Computer vision can be a powerful tool for the analysis of medical data. The goal of image analysis tools is not to replace the medical doctor, but to assist him/her in the following activities:
enhancing the quality of image data: one common problem of medical imaging data is noise, often due to the technology, or due to the micro-movements of the patient during the capturing procedure. Computer vision can help in reducing these factors and to further clarify the visualization of imaging data through enhanced representations
simplifying the visualization of complex 3D structures: image data in medical images are often volumes of data, created through multiple scans (think of MRI for example). These volumes are dense “cubes” of information that are usually very difficult to visualize and analyze. 3D volume segmentation can greatly help in isolating the important parts of the volume to clean the data from the uninformative clutter.

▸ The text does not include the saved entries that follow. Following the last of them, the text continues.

"""Stochastic engines: each returns :class:`~crn.engines.base.Trajectory` objects."""

__all__ = ["ENGINES"]

#: Engine name -> (module, function) running one trajectory; imported only when used.
ENGINES = {
    "direct": ("crn.engines.direct", "run_direct"),
    "batched": ("crn.engines.batched", "run_batched"),
    "reference": ("crn.reference", "run_reference"),
}
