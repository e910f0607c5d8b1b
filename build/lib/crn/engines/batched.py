"""Batched exact simulation of population protocols with huge populations (numba).

The engine follows Berenbrink, Hammer, Kaaser, Meyer, Penschuck and Tran
(ESA 2020). A run of interactions in which no agent takes part twice is
*collision-free*; the agents of such a run are a uniform sample without
replacement, so the run is simulated in bulk:

1. its length L has the birthday-problem law
   ``P(L >= l) = prod_{i<l} (n-2i)(n-2i-1) / (n(n-1))``, sampled by inversion
   in log space (Stirling differences, accurate up to n = 2**60);
2. the initiators' states are multivariate hypergeometric among all agents,
   the responders' states among the rest, and their pairing is a uniformly
   random matching, sampled one initiator state at a time;
3. all L transitions are applied at once (randomized outcomes by binomial
   splitting), then the interaction that collides with an agent of the run,
   with the right law of which agents collide.

With many states (from 16) and a run short enough to match agent by agent, the
2 l agents of the run are drawn at once instead (one multivariate
hypergeometric draw) and a uniformly random ordered half of them, chosen by a
partial shuffle, are the responders: the same law with one draw per state
fewer. While no consensus can arise inside a batch, each interaction is then
applied at once from a packed table entry for its ordered state pair.

Only state pairs that can change anything are visited: for an initiator state
the responders that give a null interaction with it are drawn as one group,
and the group is split only into the states that a later initiator state
still needs. When a batch would carry few non-null interactions (near
consensus or silence), the engine switches to stepping from one non-null
interaction to the next, skipping the null ones in one draw.

Time is exact in distribution on both clocks. In continuous time (the
default) interactions form a Poisson process of rate n per unit of parallel
time: a batch of m interactions takes a Gamma(m, 1/n) time, a batch that
crosses a sample time keeps the Binomial number of its interactions that fall
before it, and a first consensus or silence inside a batch gets its exact
position from the uniformly random order of the batch's interactions. In
discrete time interaction k happens at parallel time k / n.
"""

from __future__ import annotations

import math

import numba
import numpy as np

from crn.core.errors import CRNError
from crn.core.network import Network
from crn.core.outcome import RunOutcome, consensus_index
from crn.core.translate import network_to_protocol
from crn.engines.base import Trajectory
from crn.engines.hypergeometric import (
    MAX_POPULATION,
    _lgamma_excess,
    hypergeometric_draw,
    log_factorial_ratio,
    multivariate_hypergeometric_draw,
)

__all__ = ["run_batched", "protocol_tables", "DEFAULT_BATCH_THRESHOLD"]

#: Below this expected number of non-null interactions per batch the engine steps
#: from one non-null interaction to the next instead of batching.
DEFAULT_BATCH_THRESHOLD = 8.0
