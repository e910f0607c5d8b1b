"""What every stochastic engine returns for one run."""

from __future__ import annotations

from dataclasses import dataclass

import numpy as np

from crn.core.outcome import RunOutcome

__all__ = ["Trajectory"]


@dataclass(frozen=True)
class Trajectory:
    """One stochastic run.

    Attributes
    ----------
    times : ndarray of float64, shape (n_times,)
        The requested sample times (network time = parallel time for protocols).
    counts : ndarray of int64, shape (n_times, n_species)
        Counts at each sample time; after the run stopped (silence) the last
        state is repeated.
    outcome : RunOutcome
        First consensus (label, time), final label, whether it held.
    events : int
        Reactions fired (non-null interactions).
    end_time : float
        Time the run stopped: the horizon, or the time it fell silent.
    status : str
        ``"silent"`` (no reaction possible), ``"horizon"`` or ``"consensus"``
        (stopped at the first consensus on request).
    """

    times: np.ndarray
    counts: np.ndarray
    outcome: RunOutcome
    events: int
    end_time: float
    status: str
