def _report_interrupted(finished, total, results_path):
    """After Ctrl-C or SIGTERM: the finished cells, where they are kept, and the exit status."""
    from crn.runtime import interrupts

    lines = [f"{c.n:>10} {c.gap:>8} {c.p_wrong:>12.4g} [{c.low:8.3g}, {c.high:8.3g}] "
             f"{c.flag:>10}" for c in finished]
    if lines:
        click.echo("\n".join([f"{'n':>10} {'gap':>8} {'P(disagree)':>12} {'95% interval':>19} "
                               f"{'flag':>10}", *lines]))
    kept = (f"kept in {results_path}; add --resume to finish the sweep"
            if results_path is not None
            else "not kept (give --out DIR to keep cells across interruptions)")
    click.echo(f"crn: {interrupts.reason()} after {len(finished)} of {total} cells; "
               f"finished cells {kept}", err=True)
    click.get_current_context().exit(interrupts.exit_status())


def _save_plot(result, path, name):
    from crn.plots.save import save_figure, use_file_backend

    use_file_backend()
    from crn.plots.regimes import plot_regime_map

    ax = plot_regime_map(result, title=f"{name}: where the mean field misleads "
                                       f"(risk {result.risk:g})")
    save_figure(ax.figure, path, dpi=150)


def _text(name, result: RegimeMap) -> str:
    head = (f"{'n':>10} {'gap':>8} {'ODE':>5} {'t_ODE':>8} {'P(disagree)':>12} "
            f"{'95% interval':>19} {'runs':>6} {'flag':>10} {'t_SSA':>8} {'time':>7} method")
    lines = [f"{name}: regime map (risk {result.risk:g}, seed {result.seed_entropy})", head]
    for c in result.cells:
        lines.append(
            f"{c.n:>10} {c.gap:>8} {c.ode_label or '-':>5} {_fmt(c.ode_time):>8} "
            f"{c.p_wrong:>12.4g} [{c.low:8.3g}, {c.high:8.3g}] {c.runs:>6} {c.flag:>10} "
            f"{_fmt(c.ssa_median_time):>8} {c.time_flag:>7} {c.how}")
    for m in result.merged:
        lines.append(f"merged: at n={m['n']} the gap fractions "
                     + ", ".join(f"{f:g}" for f in m["gap_fractions"])
                     + f" all round to gap {m['gap']} (one cell)")
    b = result.boundary
    where = ", ".join(f"n={n}: {g:.3g}" for n, g in b.critical_gaps)
    lines.append(f"boundary: {b.describe(3)}" + (f"; critical gaps {where}" if where else ""))
    return "\n".join(lines)
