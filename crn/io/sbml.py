"""SBML Level 3 Version 2 export and mass-action import, through python-libsbml.

Export writes one compartment whose size is the network's volume, species
with initial amounts (``hasOnlySubstanceUnits="true"``, so a species symbol in
a law is a molecule count), one global constant parameter per rate constant,
and kinetic laws equal to this project's stochastic propensity
``k * prod_s x_s (x_s - 1) ... (x_s - r_s + 1) / V^(order - 1)``. Output
labels, the majority question, the protocol flag and the exact values of
numbers (libsbml writes 15 significant digits) travel in annotations, so an
export read back gives the identical network.

Import accepts mass-action models: every kinetic law must equal
``k * prod_s x_s (x_s - 1) ... / V^(order - 1)`` (the form written here) or
the plain ``k * prod_s x_s^r_s / V^(order - 1)``, both read as rate constant
k, with species in amounts or concentrations. Any other law is refused with
the reaction's id.
"""

from __future__ import annotations

import math
import re
import xml.etree.ElementTree as ET
from xml.sax.saxutils import quoteattr

from ..errors import ModelError
from ..network import Network, Reaction

__all__ = ["network_to_sbml", "network_from_sbml", "sbml_consistency", "NAMESPACE"]

#: XML namespace of this project's SBML annotations.
NAMESPACE = "urn:x-crn:sbml-annotation:1"
_PREFIX = "crn"
_SID = re.compile(r"[^A-Za-z0-9_]")


def _libsbml():
    import libsbml

    return libsbml


def _check(code, what):
    libsbml = _libsbml()
    if code != libsbml.LIBSBML_OPERATION_SUCCESS:
        raise ModelError(f"libsbml refused {what}: {libsbml.OperationReturnValue_toString(code)}")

measuring the extent of revealing factors in diseases: machine learning and deep learning algorithms can learn the discriminative visual markers of a particular disease, and can help the medical doctors to quantify these markers for more accurate diagnoses.
Common application fields of computer vision in medical imaging are:
Dermatology: analysis of dermoscopy image data, Optical Coherence Tomography (OCT) scans, confocal microscopy images
Magnetic Resonance Imaging (MRI) for brain or hearth diseases
Pikkart’s R&D team has years of experience in medical image analysis, with a focus on 3D volumes, 3D structure segmentation and image denoising.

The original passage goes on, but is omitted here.